Dr Vihang Narkar and colleagues from the Salk Institute and other research institutes in the US and South Korea carried out the research. The study was funded by the Howard Hughes Medical Institute, Hilblom Foundation, and National Institutes of Health. The study was published in the peer-reviewed scientific journalCell.

This was an experimental laboratory study looking at the effects of two different chemicals, AICAR and GW1516, on exercise endurance in mice. Both these compounds target related chemical pathways in cells, and the researchers wanted to know if these pathways were involved in exercise endurance.

The researchers first took a group of 36 male mice and randomly divided them into four groups. The first group was not exercised (was sedentary) and was not given any drugs. The second group was also sedentary, but was given GW1516 by mouth. The third group was exercised (on a treadmill) and not given any drugs, and the fourth group was exercised and given GW1516.

Before treatment started and after four weeks of these treatments, six mice from each group had a treadmill test to see how far they could run, and for how long. The muscles in the remaining mice in each group were examined for changes in which genes were expressed or for changes in muscle structure.
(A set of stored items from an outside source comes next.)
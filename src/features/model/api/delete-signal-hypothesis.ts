import { useMutation, useQueryClient } from '@tanstack/react-query';
import { analysisPath, api } from '../../../lib/api-client';
import { invalidateHypotheses } from './invalidate';

export function deleteSignalHypothesis(slug: string, key: string): Promise<void> {
  return api.delete(analysisPath(slug, 'signal-hypotheses', key));
}

export function useDeleteSignalHypothesis(slug: string) {
  const queryClient = useQueryClient();
  return useMutation({
    mutationFn: (key: string) => deleteSignalHypothesis(slug, key),
    onSuccess: () => invalidateHypotheses(queryClient, slug),
  });
}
The researchers carried out a similar experiment, where they injected sedentary mice with the chemical AICAR or a control substance and tested their performance before and after four weeks of treatment. They also carried out experiments where they gave mice GW1516, AICAR or both for six days, and then looked at which genes were switched on in the mice’s muscles.
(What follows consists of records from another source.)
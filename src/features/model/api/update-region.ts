import { useMutation, useQueryClient } from '@tanstack/react-query';
import type { Region } from '@shared/schemas/api';
import type { RegionPatch } from '@shared/schemas/register';
import { analysisPath, api } from '../../../lib/api-client';
import { invalidateModel } from './invalidate';

export function updateRegion(slug: string, key: string, body: RegionPatch): Promise<Region> {
  return api.patch<Region>(analysisPath(slug, 'regions', key), body);
}

export function useUpdateRegion(slug: string) {
  const queryClient = useQueryClient();
  return useMutation({
    mutationFn: ({ key, body }: { key: string; body: RegionPatch }) => updateRegion(slug, key, body),
    onSuccess: () => invalidateModel(queryClient, slug),
  });
}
The researchers found that treating sedentary mice with GW1516 switched on genes which are involved in metabolism, but that it did not alter their muscle fibres or improve their endurance in the treadmill test. However, when the mice received both GW1516 and exercise training, it caused changes in gene expression, as well as in their muscle fibres, and increased their treadmill running time by 68% and running distance by 70% compared with mice who had exercise training but no GW1516.

Treating sedentary mice with AICAR switched on similar genes to those activated with GW1516 and exercise, and reduced the mice’s body fat without changing their weight. In addition, AICAR-treated sedentary mice ran 23% longer and 44% further than untreated sedentary mice on the treadmill test.
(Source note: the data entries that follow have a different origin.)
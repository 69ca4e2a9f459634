import type { QueryClient } from '@tanstack/react-query';
import { analysisQueryKey } from '../../analyses/api/get-analysis';
import { entriesQueryKey } from '../../register/api/get-entries';
import { modelQueryKey } from './get-model';

/** A model change moves the model, the overview's counts, and the register (its effects name regions and processes). */
export function invalidateModel(queryClient: QueryClient, slug: string) {
  void queryClient.invalidateQueries({ queryKey: modelQueryKey(slug) });
  void queryClient.invalidateQueries({ queryKey: analysisQueryKey(slug) });
  void queryClient.invalidateQueries({ queryKey: entriesQueryKey(slug) });
}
The researchers conclude that they have identified chemical pathways that can be targeted by drugs taken orally. The drugs can improve the effects of exercise and can increase endurance without exercise. They say that drugs which mimic the effects of exercise have potential for use in treating muscle diseases and obesity.

These complex experiments further the understanding of the biochemical pathways involved in developing endurance. Developing drugs that target these pathways may well provide treatments for human diseases in the future, but this is still a long way off. This study did not assess the safety of the compounds tested, and they may not prove to be safe for testing in humans, or to have the same effects on endurance.

Although these drugs improved endurance, they may not have the other benefits of exercise, such as weight loss and reduction in risk of various diseases. In particular, the authors specifically noted that the drugs did not affect the mice’s weight. Therefore, it is premature to suggest that these drugs could be the antidote to a couch potato lifestyle.